Intricate areas cleaned...



















Then washed carefully via 2BM and then the tar was removed with tardis....

Clayed with use of Stjärnagloss mild and safe, removing contaminants from the paint, including some tar that was missed with the paint being black.....










not leaving the vehicle looking too bad at all....










Inside though, under lighting...

Not many of the roof, but a sample of before....










After a little work....










More flake pop now....










Bonnet....










After




























The offside had had some paintwork (I'm guessing a bad scratch or something like, as it was rock hard, but no sign of any filler anywhere with the readings) so totally different pad/polish combos.... An excellent job though, in terms of colour match and blend...




























After....



















Door before...



















After (prior to finishing down)




























Rear quarter.....




























Sticker removed on both sides to correct the area fully.....



















No afters taken for some reason!!! It wasn't forgotten about though....

Mirror casing after...










Nearside wing and mirror casing, back to Honda paint.....



















After initial correction....










I then went over the door pillar and onto the rear quarter.....




























After initial correction....




























Door....










Overspray on the door from doing the skirts?










After initial correction....





































Front bumper receiving the same treatment....










On to the rear bumper, spoiler and quarter.....




























After initial correction again...










Peeping it's nose out of the garage.... Nearly finished....










All areas then refined and IPA wipe down in due course, to ensure no areas were filled or masked, next, the windscreen (clayed whilst doing the paintwork) G4 polish, removed, IPA, then G1 applied....










C1 applied to paintwork, C4 to trim and C5 to the wheels.
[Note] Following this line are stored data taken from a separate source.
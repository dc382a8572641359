/**
 * Public coordinates of a locality for catalogue rows (map, bundles): the one public rule of
 * server/src/lib/public-locality.ts (rounded to the locality's generalisation grid; missing or unknown
 * generalisation means 0.1°; the elevation rounded with them), so sensitive sites never leave the server with more precision than allowed.
 */
import type { Locality } from "@shared/types/dataset";
import { publicLocality } from "../../lib/public-locality";

export function publicCoordinates(loc: Record<string, unknown>): { latitude: number | null; longitude: number | null; elevation: number | null; generalisation: Locality["generalisation"] } {
  const p = publicLocality(loc as Partial<Locality>);
  return {
    latitude: typeof p.decimalLatitude === "number" ? p.decimalLatitude : null,
    longitude: typeof p.decimalLongitude === "number" ? p.decimalLongitude : null,
    // rounded with the coordinates (a sensitive site's exact elevation would narrow its grid cell)
    elevation: typeof p.elevation === "number" ? p.elevation : null,
    // the grid actually applied (a missing or unknown one is 0.1), as bundles' networks.csv states it
    generalisation: p.generalisation,
  };
}
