function createWorkspace(n: number): Workspace {
  return {
    n,
    mark: new Int32Array(n).fill(-1),
    stamp: 0,
    nw: new Float64Array(n),
    touched: new Int32Array(n),
    queue: new Int32Array(n),
    inQueue: new Uint8Array(n),
    modA: new Float64Array(n),
    modB: new Float64Array(n),
    modSize: new Int32Array(n),
    empty: new Int32Array(n),
    perm: new Int32Array(n),
    cut: new Float64Array(n),
    sA: new Float64Array(n),
    sB: new Float64Array(n),
    cand: new Int32Array(n),
    candW: new Float64Array(n),
    map: new Int32Array(n),
    refined: new Int32Array(n),
    wellConnected: new Uint8Array(n),
    memb: [new Int32Array(n), new Int32Array(n)],
    toLevel: new Int32Array(n),
    start: new Int32Array(n + 1),
    members: new Int32Array(n),
    levels: null,
  };
}

function levelBuffers(n: number, entries: number): LevelBuffers {
  return {
    ptr: new Int32Array(n + 1),
    nbr: new Int32Array(entries),
    ew: new Float64Array(entries),
    self: new Float64Array(n),
    a: new Float64Array(n),
    b: new Float64Array(n),
  };
}

function nextStamp(ws: Workspace): number {
  if (ws.stamp >= 0x7ffffff0) {
    ws.mark.fill(-1);
    ws.stamp = 0;
  }
  return ++ws.stamp;
}

/** Fisher–Yates shuffle of 0..n−1 into ws.perm. */
function shuffle(ws: Workspace, n: number, rng: Rng): Int32Array {
  const p = ws.perm;
  for (let i = 0; i < n; i++) p[i] = i;
  for (let i = n - 1; i > 0; i--) {
    const j = rng.nextInt(i + 1);
    const t = p[i];
    p[i] = p[j];
    p[j] = t;
  }
  return p;
}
Chemical Guys G6 hypercoat to the tires......

Some afters......



































































































































































Ready for pick up.....










Thanks for looking, as always, comments and questions welcome.....

Mike @ Deeper Detail


----------



## -Kev- (Oct 30, 2007)

thats stunning, not that im biased at all 
need to do mine soon, thinking of trying the Scholl range on it..


----------



## Deeper Detail (Oct 31, 2010)

-Kev- said:


> thats stunning, not that im biased at all
> need to do mine soon, thinking of trying the Scholl range on it..


:lol: Not at all Kev!

If it's all Honda paint and not too bad, then I would recommend 3M extra fine plus with different pads for the correction, as there's no dust involved and really long work times. I only stepped up to S17+ on the reworked areas, which were so much more difficult to correct, for obvious reasons.....


----------



## AaronGTi (Nov 2, 2010)

Excellent work stunning finish mate.


----------



## North east Car Care (Jan 14, 2008)

Stunning refections Mike


----------



## Deeper Detail (Oct 31, 2010)

AaronGTi said:


> Excellent work stunning finish mate.


Thanks Aaron :thumb:



butler2.8i said:


> Stunning refections Mike


Thanks Shaun, I had a few more pics, but they were blown out due to me still being on auto mode on the cam...... With the dark and light


----------



## JMB (Apr 23, 2009)

Lovely work as always Mike...


Regards
John


----------



## Miguel Pestana (Feb 16, 2012)

Fantastic job, stunning reflections


----------



## Dan J (Jun 18, 2008)

Top work mike, that was marred up quite a bit in places, well rescued mate.


----------



## tonyy (Jul 26, 2008)

Fantastic finish


----------



## DMH-01 (Mar 29, 2011)

Great work there mate.


----------



## ahaydock (Jan 4, 2007)

Very nice :thumb:


----------



## JBirchy (Oct 9, 2010)

Great finish there Mike, looking very crisp!


----------



## David Proctor (Mar 6, 2011)

Stunning job....


----------



## Beau Technique (Jun 21, 2010)

Nice and informative write up Mike. Customer must of been bowled over.


----------



## DetailMyCar (Apr 19, 2010)

Great job!!!


----------



## Deeper Detail (Oct 31, 2010)

JMB said:


> Lovely work as always Mike...
> 
> Regards
> John


Thanks John, your comments are appreciated,

Mike


Miguel Pestana said:


> Fantastic job, stunning reflections


Thanks Miguel


Dan J said:


> Top work mike, that was marred up quite a bit in places, well rescued mate.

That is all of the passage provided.